Power then swung towards Greece. In 338 BC, Macedonia’s
warrior king Philip II gained control of all the Greek states by victory at
Chaeronea. When Philip was murdered in 336 BC, his son Alexander became king,
aged 20. It took Alexander just 13 years to conquer the largest empire in the
ancient world, spreading Greek (and Persian) culture far and wide.
In 334 BC, Alexander led his army against the Persians.

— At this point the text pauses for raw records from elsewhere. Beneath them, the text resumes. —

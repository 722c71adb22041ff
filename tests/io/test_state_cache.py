"""
The stage cache between single-stage commands (geosp.io.state; docs/outputs.md, "The .geosp/
cache folder"): open formats only, never code; used only when its inputs and options are the
ones of this run; a cache that was altered or written by someone else is never loaded.
"""

from __future__ import annotations

import hashlib
import json
import os
import pickle
import sys

import numpy as np
import pytest

from geosp.cli import main
from geosp.io import state as cache
from tests.conftest import small_survey, write_survey
from tests.test_robustness import FAST

pytestmark = pytest.mark.slow


@pytest.fixture(scope="module")
def full_run(tmp_path_factory):
    folder = tmp_path_factory.mktemp("cache")
    project = write_survey(folder / "s", "shp", extra_project=FAST)
    out = folder / "out"
    assert main(["run", str(project), "--out", str(out), "--quiet"]) == 0
    return project, out


def _copy(full_run, tmp_path):
    import shutil

    project, out = full_run
    shutil.copytree(project.parent, tmp_path / "s")
    shutil.copytree(out, tmp_path / "out")
    return tmp_path / "s" / project.name, tmp_path / "out"


def _layer(out, name):
    import pyogrio

    return pyogrio.read_dataframe(out / "interpretation.gpkg", layer=name)


def _edit(project, old, new):
    project.write_text(project.read_text(encoding="utf-8").replace(old, new), encoding="utf-8")


def _run(args, capsys):
    code = main(args)
    text = capsys.readouterr()
    return code, text.out + text.err


def test_cache_holds_open_formats_only(full_run):
    _, out = full_run
    names = sorted(p.name for p in (out / ".geosp").iterdir())
    assert names == ["arrays.npz", "manifest.json", "state.json"]
    json.loads((out / ".geosp" / "state.json").read_text(encoding="utf-8"))
    with np.load(out / ".geosp" / "arrays.npz", allow_pickle=False) as npz:  # raises on any pickled array
        for name in npz.files:
            assert npz[name].dtype != object


def test_single_stage_rerun_reuses_the_cache_and_gives_the_same_layers(full_run, tmp_path, capsys):
    project, out = _copy(full_run, tmp_path)
    sources = _layer(out, "sources")
    segments = _layer(out, "fault_segments")
    code, text = _run(["publish", str(project), "--out", str(out)], capsys)
    assert code == 0, text
    assert "reusing reduce, grid, detect, fit" in text
    assert sources.drop(columns="geometry").equals(_layer(out, "sources").drop(columns="geometry"))
    # Detection re-run alone starts from the reduction's own stations, not the ones the fit corrected.
    code, text = _run(["detect", str(project), "--out", str(out)], capsys)
    assert code == 0, text
    assert "reusing reduce, grid" in text
    again = _layer(out, "fault_segments")
    cols = [c for c in segments.columns if c != "geometry"]
    assert segments[cols].equals(again[cols])


def test_changed_input_file_runs_every_stage_again(full_run, tmp_path, capsys):
    import geopandas as gpd

    project, out = _copy(full_run, tmp_path)
    stations = project.parent / "stations.shp"
    gdf = gpd.read_file(stations)
    gdf.loc[0, "SP_mV"] += 5.0
    gdf.to_file(stations)
    code, text = _run(["publish", str(project), "--out", str(out)], capsys)
    assert code == 0, text
    assert "reusing" not in text
    assert "changed since it was written" in text
    assert "geosp: reduce ..." in text and "geosp: fit ..." in text


def test_changed_stage_option_reruns_that_stage_and_later_ones(full_run, tmp_path, capsys):
    project, out = _copy(full_run, tmp_path)
    _edit(project, "n_null = 200", "n_null = 250")
    code, text = _run(["publish", str(project), "--out", str(out)], capsys)
    assert code == 0, text
    assert "reusing reduce, grid from" in text
    assert "'detect' changed" in text
    assert "geosp: detect ..." in text and "geosp: fit ..." in text
    assert "geosp: reduce ..." not in text


def test_missing_input_is_an_input_error_even_with_a_cache(full_run, tmp_path, capsys):
    project, out = _copy(full_run, tmp_path)
    _edit(project, "stations.shp", "gone.shp")
    code, text = _run(["grid", str(project), "--out", str(out)], capsys)
    assert code == 2, text
    assert "gone.shp" in text


def test_altered_cache_is_never_loaded(full_run, tmp_path, capsys):
    """Someone edits a number and fixes the checksum in the manifest: the signature no longer holds."""
    project, out = _copy(full_run, tmp_path)
    folder = out / ".geosp"
    tree = (folder / "state.json").read_text(encoding="utf-8").replace("0.", "1.", 1)
    (folder / "state.json").write_text(tree, encoding="utf-8")
    manifest = json.loads((folder / "manifest.json").read_text(encoding="utf-8"))
    manifest["sha256"]["state.json"] = hashlib.sha256(tree.encode("utf-8")).hexdigest()
    (folder / "manifest.json").write_text(json.dumps(manifest), encoding="utf-8")
    code, text = _run(["publish", str(project), "--out", str(out)], capsys)
    assert code == 0, text
    assert "has been altered" in text
    assert "geosp: reduce ..." in text


class _Trap:
    """Unpickling this runs code: it creates the file named in the pickle."""

    def __init__(self, path):
        self.path = path

    def __reduce__(self):
        return (os.mkdir, (self.path,))


def test_a_pickle_in_the_cache_folder_is_never_unpickled(full_run, tmp_path, capsys):
    project, out = _copy(full_run, tmp_path)
    marker = tmp_path / "code-ran"
    (out / ".geosp" / "state.pkl").write_bytes(pickle.dumps(_Trap(str(marker))))
    code, text = _run(["publish", str(project), "--out", str(out)], capsys)
    assert code == 0, text
    assert not marker.exists()
    assert not (out / ".geosp" / "state.pkl").exists()


def test_signed_tree_naming_a_foreign_class_is_refused(tmp_path, monkeypatch):
    """Even a correctly signed file cannot make the cache build something outside its list."""
    monkeypatch.setattr(cache, "user_cache_dir", lambda: tmp_path)
    keys = {"reduce": "k"}
    cache.write_state(tmp_path / "out", version="v", keys=keys, products={"reduce": {"warnings": []}})
    folder = tmp_path / "out" / ".geosp"
    evil = {"format": 1, "stages": {"reduce": {"$id": 0, "$object": ["os", "system"], "attrs": []}}}
    blob = json.dumps(evil).encode()
    (folder / "state.json").write_bytes(blob)
    manifest = json.loads((folder / "manifest.json").read_text())
    manifest["sha256"]["state.json"] = hashlib.sha256(blob).hexdigest()
    manifest.pop("hmac")
    manifest["hmac"] = cache._sign(cache._user_key(), manifest)
    (folder / "manifest.json").write_text(json.dumps(manifest))
    products, note = cache.read_state(tmp_path / "out", version="v", keys=keys, stages=["reduce"])
    assert products == {}
    assert "os.system" in note


def test_round_trip_keeps_values_types_and_shared_objects(tmp_path, monkeypatch):
    """Arrays of every kind, frames, sparse matrices, non-finite floats and shared references."""
    import pandas as pd
    import scipy.sparse as sp

    from geosp.models import Stations

    monkeypatch.setattr(cache, "user_cache_dir", lambda: tmp_path)
    frame, _ = small_survey(n_lines=2, n_per_line=5)
    stations = Stations(station_id=frame.STN.to_numpy(), easting=frame.E.to_numpy(),
                        northing=frame.N.to_numpy(), upward=frame.ELEV.to_numpy(),
                        sp_mv=frame.SP_mV.to_numpy(), crs="EPSG:32633", line_id=frame.LINE.to_numpy())
    table = pd.DataFrame({"id": ["a", "b"], "t": np.array(["2026-01-01", "2026-01-02"], dtype="datetime64[s]"),
                          "x": [1.5, np.nan]})
    products = {"reduce": {"stations": stations, "again": stations, "table": table,
                           "normal": sp.csc_matrix(np.array([[2.0, 0.0], [1.0, 3.0]])),
                           "numbers": (np.nan, -np.inf, 3, "text", None, True),
                           "mixed": np.array(["a", None], dtype=object), "warnings": ["w"]}}
    cache.write_state(tmp_path / "out", version="v", keys={"reduce": "k"}, products=products)
    got, note = cache.read_state(tmp_path / "out", version="v", keys={"reduce": "k"}, stages=["reduce"])
    assert note is None
    back = got["reduce"]
    assert back["again"] is back["stations"]
    np.testing.assert_array_equal(back["stations"].easting, stations.easting)
    assert back["stations"].station_id.dtype == object and list(back["stations"].station_id) == list(frame.STN)
    pd.testing.assert_frame_equal(back["table"], table, check_dtype=False)
    np.testing.assert_array_equal(back["normal"].toarray(), [[2.0, 0.0], [1.0, 3.0]])
    assert np.isnan(back["numbers"][0]) and back["numbers"][1:] == (-np.inf, 3, "text", None, True)
    assert list(back["mixed"]) == ["a", None]


def test_another_version_or_changed_key_is_not_used(tmp_path, monkeypatch):
    monkeypatch.setattr(cache, "user_cache_dir", lambda: tmp_path)
    products = {"reduce": {"warnings": []}, "grid": {"warnings": []}}
    cache.write_state(tmp_path / "out", version="1", keys={"reduce": "a", "grid": "b"}, products=products)
    assert cache.read_state(tmp_path / "out", version="2", keys={"reduce": "a", "grid": "b"},
                            stages=["reduce", "grid"])[0] == {}
    got, note = cache.read_state(tmp_path / "out", version="1", keys={"reduce": "a", "grid": "c"},
                                 stages=["reduce", "grid"])
    assert list(got) == ["reduce"] and "'grid' changed" in note


@pytest.mark.skipif(sys.platform == "win32", reason="POSIX file modes")
def test_user_key_is_private(tmp_path, monkeypatch):
    monkeypatch.setattr(cache, "user_cache_dir", lambda: tmp_path)
    assert cache._user_key() is not None
    assert (tmp_path / "cache-key").stat().st_mode & 0o077 == 0


def test_docs_name_the_cache_files():
    """docs/outputs.md describes the cache as it is: keep code and docs in step."""
    from pathlib import Path

    text = (Path(__file__).resolve().parents[2] / "docs" / "outputs.md").read_text(encoding="utf-8")
    for name in ("state.json", "arrays.npz", "manifest.json"):
        assert f"`{name}`" in text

He wanted not only to conquer their lands, but also to replenish his royal
treasuries. In 333 BC, he defeated the Persian king Darius III at the battle of
Issus, and by 331 BC had conquered the whole of Persia and become its king. To
strengthen the ties between the two peoples, Alexander included Persians in his
government. He also wore Persian clothes and married a Persian princess,
Roxane. He went to invade India, defeating King Porus at the battle of the river
Hydaspes. It was to be his final expedition. His exhausted army refused to go
on, and Alexander was forced to retreat to Babylon. He died there of a fever in
323 BC, aged 32. After his death, the empire was divided among his leading
generals.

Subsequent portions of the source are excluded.